TO DO: Among the records below, find each line containing the word "parametrize" and copy it.

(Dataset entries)
- Opening Delimiter -

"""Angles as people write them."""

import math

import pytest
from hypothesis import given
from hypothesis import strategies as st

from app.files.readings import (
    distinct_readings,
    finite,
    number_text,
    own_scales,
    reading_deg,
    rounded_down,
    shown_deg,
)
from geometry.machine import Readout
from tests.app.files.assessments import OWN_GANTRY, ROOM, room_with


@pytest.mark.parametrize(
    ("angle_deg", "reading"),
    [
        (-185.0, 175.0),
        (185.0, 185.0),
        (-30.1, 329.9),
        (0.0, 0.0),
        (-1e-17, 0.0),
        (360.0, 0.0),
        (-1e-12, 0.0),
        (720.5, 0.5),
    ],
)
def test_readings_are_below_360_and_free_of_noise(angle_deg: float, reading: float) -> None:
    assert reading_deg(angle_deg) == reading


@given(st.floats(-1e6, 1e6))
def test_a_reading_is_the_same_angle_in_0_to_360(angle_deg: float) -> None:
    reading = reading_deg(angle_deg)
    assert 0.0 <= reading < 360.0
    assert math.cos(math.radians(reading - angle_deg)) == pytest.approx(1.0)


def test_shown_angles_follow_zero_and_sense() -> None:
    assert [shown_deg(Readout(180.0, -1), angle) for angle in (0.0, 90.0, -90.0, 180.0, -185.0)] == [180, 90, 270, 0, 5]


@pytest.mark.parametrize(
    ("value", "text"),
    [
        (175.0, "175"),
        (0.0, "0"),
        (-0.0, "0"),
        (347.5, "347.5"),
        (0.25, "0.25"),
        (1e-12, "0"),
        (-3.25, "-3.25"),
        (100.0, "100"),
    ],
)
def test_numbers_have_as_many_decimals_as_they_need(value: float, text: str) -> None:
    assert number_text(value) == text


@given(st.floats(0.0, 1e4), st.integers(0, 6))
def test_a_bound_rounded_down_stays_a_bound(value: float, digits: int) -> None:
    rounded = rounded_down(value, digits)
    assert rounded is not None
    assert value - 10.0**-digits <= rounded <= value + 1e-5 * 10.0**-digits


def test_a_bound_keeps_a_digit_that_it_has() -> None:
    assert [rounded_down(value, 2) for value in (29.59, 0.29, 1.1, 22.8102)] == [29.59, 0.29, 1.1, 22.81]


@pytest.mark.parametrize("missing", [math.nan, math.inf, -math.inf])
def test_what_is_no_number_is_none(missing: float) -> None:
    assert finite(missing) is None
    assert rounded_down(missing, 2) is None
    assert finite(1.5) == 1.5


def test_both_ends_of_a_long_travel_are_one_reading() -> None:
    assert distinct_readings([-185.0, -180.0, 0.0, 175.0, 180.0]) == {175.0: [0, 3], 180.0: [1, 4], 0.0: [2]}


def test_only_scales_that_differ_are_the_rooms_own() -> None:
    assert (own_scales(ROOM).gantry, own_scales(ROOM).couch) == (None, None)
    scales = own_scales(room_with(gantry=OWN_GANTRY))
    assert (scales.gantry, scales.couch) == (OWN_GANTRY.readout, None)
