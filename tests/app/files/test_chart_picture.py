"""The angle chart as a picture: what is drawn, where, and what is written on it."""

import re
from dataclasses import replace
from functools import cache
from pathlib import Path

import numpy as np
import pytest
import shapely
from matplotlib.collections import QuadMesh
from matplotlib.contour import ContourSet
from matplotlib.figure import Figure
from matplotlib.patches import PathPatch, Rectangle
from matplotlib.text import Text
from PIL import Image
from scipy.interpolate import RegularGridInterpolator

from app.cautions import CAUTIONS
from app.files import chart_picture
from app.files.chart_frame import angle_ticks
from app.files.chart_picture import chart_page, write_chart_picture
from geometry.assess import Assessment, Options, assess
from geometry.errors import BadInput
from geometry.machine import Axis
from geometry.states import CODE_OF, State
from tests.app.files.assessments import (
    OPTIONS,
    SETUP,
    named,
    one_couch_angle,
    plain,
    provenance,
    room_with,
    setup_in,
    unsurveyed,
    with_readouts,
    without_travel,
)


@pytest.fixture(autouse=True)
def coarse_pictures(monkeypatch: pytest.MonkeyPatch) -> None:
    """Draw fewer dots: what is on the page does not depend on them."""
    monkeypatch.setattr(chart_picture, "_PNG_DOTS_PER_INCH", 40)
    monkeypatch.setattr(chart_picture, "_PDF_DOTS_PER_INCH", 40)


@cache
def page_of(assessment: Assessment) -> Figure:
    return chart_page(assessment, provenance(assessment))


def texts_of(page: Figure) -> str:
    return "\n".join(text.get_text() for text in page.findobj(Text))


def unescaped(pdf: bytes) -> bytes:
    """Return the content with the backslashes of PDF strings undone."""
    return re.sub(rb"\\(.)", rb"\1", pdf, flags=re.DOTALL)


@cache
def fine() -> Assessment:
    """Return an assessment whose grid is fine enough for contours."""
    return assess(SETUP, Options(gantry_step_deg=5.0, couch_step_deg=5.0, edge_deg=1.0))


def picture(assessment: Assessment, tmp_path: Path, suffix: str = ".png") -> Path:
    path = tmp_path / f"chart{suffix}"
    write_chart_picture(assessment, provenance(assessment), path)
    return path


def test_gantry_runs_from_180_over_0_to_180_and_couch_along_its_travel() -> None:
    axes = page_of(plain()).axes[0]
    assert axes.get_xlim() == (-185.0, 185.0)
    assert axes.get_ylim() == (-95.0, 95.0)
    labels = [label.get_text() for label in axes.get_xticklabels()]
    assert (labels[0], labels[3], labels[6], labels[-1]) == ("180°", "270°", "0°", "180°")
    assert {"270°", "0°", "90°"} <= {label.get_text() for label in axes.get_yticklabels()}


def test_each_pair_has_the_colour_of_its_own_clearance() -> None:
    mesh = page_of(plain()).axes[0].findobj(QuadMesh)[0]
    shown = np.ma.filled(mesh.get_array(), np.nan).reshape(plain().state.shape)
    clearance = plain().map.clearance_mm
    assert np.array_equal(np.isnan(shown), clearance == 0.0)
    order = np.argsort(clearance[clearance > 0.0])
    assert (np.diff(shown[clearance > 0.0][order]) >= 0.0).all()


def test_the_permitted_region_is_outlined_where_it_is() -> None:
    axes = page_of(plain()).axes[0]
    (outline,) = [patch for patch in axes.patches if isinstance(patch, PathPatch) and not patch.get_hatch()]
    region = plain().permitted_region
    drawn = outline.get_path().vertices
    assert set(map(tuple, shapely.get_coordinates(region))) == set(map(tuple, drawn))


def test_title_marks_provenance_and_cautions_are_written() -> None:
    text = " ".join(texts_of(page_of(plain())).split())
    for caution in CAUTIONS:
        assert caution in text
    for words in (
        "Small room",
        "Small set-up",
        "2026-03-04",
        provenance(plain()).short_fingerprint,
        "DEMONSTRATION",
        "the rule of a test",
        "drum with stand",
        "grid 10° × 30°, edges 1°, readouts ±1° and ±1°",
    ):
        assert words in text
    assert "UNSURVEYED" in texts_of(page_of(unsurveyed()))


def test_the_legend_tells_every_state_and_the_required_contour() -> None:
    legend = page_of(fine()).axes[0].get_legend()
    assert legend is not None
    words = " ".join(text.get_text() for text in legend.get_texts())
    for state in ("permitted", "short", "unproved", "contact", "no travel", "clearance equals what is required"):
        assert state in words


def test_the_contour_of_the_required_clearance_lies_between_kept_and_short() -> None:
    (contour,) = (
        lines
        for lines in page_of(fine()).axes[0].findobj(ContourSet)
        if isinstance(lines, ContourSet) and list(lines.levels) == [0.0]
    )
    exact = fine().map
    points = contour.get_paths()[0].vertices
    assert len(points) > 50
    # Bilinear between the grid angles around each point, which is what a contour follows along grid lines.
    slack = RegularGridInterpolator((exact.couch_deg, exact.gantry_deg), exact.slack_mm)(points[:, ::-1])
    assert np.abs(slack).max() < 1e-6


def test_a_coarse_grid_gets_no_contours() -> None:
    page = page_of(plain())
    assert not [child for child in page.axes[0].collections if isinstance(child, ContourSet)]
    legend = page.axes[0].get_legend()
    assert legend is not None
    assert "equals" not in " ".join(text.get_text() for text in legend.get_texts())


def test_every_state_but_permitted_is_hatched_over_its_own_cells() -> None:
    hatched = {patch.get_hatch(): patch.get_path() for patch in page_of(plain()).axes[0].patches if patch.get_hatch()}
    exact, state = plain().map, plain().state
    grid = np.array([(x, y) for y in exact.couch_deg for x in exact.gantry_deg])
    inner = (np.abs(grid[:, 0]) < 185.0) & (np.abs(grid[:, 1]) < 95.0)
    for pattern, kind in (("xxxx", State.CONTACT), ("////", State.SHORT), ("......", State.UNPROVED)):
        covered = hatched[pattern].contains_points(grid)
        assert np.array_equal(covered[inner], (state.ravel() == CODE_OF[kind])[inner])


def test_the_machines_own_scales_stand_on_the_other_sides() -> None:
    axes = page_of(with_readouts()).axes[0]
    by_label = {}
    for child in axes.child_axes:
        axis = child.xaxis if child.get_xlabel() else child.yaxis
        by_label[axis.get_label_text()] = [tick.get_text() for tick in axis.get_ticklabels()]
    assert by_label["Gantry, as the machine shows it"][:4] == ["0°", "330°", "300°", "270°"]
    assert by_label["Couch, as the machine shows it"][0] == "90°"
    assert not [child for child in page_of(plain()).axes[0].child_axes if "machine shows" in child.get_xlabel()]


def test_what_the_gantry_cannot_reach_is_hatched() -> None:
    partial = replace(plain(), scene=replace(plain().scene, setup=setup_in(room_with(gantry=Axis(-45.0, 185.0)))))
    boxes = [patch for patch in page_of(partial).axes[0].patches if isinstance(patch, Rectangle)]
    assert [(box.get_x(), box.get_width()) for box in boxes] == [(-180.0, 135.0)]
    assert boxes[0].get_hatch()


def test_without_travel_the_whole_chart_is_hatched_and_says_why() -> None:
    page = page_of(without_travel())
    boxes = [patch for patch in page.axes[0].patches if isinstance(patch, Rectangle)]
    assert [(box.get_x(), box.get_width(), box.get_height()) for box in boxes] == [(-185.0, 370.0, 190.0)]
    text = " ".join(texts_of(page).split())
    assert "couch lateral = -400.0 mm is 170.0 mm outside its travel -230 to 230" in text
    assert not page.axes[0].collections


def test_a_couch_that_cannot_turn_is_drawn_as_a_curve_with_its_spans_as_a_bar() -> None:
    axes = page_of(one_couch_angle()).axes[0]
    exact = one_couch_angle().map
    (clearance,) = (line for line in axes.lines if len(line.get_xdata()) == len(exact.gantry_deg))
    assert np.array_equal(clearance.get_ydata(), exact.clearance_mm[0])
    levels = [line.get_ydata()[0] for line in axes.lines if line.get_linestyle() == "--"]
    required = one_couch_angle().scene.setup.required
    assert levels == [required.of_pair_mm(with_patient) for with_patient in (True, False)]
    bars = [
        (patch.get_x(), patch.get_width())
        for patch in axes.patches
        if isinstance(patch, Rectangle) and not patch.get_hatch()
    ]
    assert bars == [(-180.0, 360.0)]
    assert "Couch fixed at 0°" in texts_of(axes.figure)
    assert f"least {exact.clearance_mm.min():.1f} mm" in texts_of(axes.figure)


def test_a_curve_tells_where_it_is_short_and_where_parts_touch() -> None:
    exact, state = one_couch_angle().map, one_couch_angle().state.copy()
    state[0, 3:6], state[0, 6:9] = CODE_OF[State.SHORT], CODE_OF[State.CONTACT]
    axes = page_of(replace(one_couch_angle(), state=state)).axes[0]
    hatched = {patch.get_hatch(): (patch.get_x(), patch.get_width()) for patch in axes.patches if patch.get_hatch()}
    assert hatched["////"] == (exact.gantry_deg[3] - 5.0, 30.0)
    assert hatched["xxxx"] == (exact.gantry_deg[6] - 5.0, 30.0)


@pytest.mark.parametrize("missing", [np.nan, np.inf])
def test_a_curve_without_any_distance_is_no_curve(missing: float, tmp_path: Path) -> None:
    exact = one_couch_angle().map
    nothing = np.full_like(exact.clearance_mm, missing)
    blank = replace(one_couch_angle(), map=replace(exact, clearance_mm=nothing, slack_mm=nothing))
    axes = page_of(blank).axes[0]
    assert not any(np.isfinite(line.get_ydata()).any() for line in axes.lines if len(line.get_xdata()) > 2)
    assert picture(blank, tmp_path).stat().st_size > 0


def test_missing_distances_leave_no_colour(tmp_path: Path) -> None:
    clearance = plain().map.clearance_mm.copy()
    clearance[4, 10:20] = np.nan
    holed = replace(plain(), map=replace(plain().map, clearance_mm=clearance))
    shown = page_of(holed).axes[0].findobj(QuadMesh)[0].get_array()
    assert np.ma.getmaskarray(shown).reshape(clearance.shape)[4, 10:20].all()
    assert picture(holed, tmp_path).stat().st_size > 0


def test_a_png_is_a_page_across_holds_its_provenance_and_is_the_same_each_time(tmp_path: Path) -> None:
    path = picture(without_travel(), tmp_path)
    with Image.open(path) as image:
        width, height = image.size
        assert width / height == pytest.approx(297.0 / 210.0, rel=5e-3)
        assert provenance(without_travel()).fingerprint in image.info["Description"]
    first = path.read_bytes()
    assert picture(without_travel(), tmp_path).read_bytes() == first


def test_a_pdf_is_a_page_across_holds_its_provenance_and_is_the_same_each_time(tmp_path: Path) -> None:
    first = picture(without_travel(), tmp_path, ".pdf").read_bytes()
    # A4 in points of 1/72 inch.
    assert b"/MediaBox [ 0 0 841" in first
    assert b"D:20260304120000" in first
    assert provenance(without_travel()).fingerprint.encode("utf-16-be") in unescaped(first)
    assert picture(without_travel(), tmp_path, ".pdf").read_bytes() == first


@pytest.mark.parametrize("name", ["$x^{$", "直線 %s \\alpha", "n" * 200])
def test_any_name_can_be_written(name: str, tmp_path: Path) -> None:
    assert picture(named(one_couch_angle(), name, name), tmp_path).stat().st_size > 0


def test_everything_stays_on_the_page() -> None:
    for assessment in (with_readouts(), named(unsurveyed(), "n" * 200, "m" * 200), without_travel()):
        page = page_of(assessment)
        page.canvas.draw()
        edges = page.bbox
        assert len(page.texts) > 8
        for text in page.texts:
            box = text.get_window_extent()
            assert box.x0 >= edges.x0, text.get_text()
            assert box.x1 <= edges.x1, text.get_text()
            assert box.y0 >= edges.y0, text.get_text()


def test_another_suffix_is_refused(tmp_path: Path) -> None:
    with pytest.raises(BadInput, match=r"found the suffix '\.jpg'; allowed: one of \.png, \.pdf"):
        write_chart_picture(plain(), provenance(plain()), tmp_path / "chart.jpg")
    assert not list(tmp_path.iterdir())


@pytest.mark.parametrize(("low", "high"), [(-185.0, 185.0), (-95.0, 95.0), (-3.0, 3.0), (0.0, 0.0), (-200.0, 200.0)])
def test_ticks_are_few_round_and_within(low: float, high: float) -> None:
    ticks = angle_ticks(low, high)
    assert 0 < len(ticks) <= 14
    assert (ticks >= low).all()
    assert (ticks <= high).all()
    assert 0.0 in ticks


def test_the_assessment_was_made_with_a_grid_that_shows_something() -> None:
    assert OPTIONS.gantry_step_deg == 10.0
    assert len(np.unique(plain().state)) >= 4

- Closing Delimiter -

RESULT FOR THIS EXERCISE:
@pytest.mark.parametrize(
@pytest.mark.parametrize(
@pytest.mark.parametrize("missing", [math.nan, math.inf, -math.inf])
@pytest.mark.parametrize("missing", [np.nan, np.inf])
@pytest.mark.parametrize("name", ["$x^{$", "直線 %s \\alpha", "n" * 200])
@pytest.mark.parametrize(("low", "high"), [(-185.0, 185.0), (-95.0, 95.0), (-3.0, 3.0), (0.0, 0.0), (-200.0, 200.0)])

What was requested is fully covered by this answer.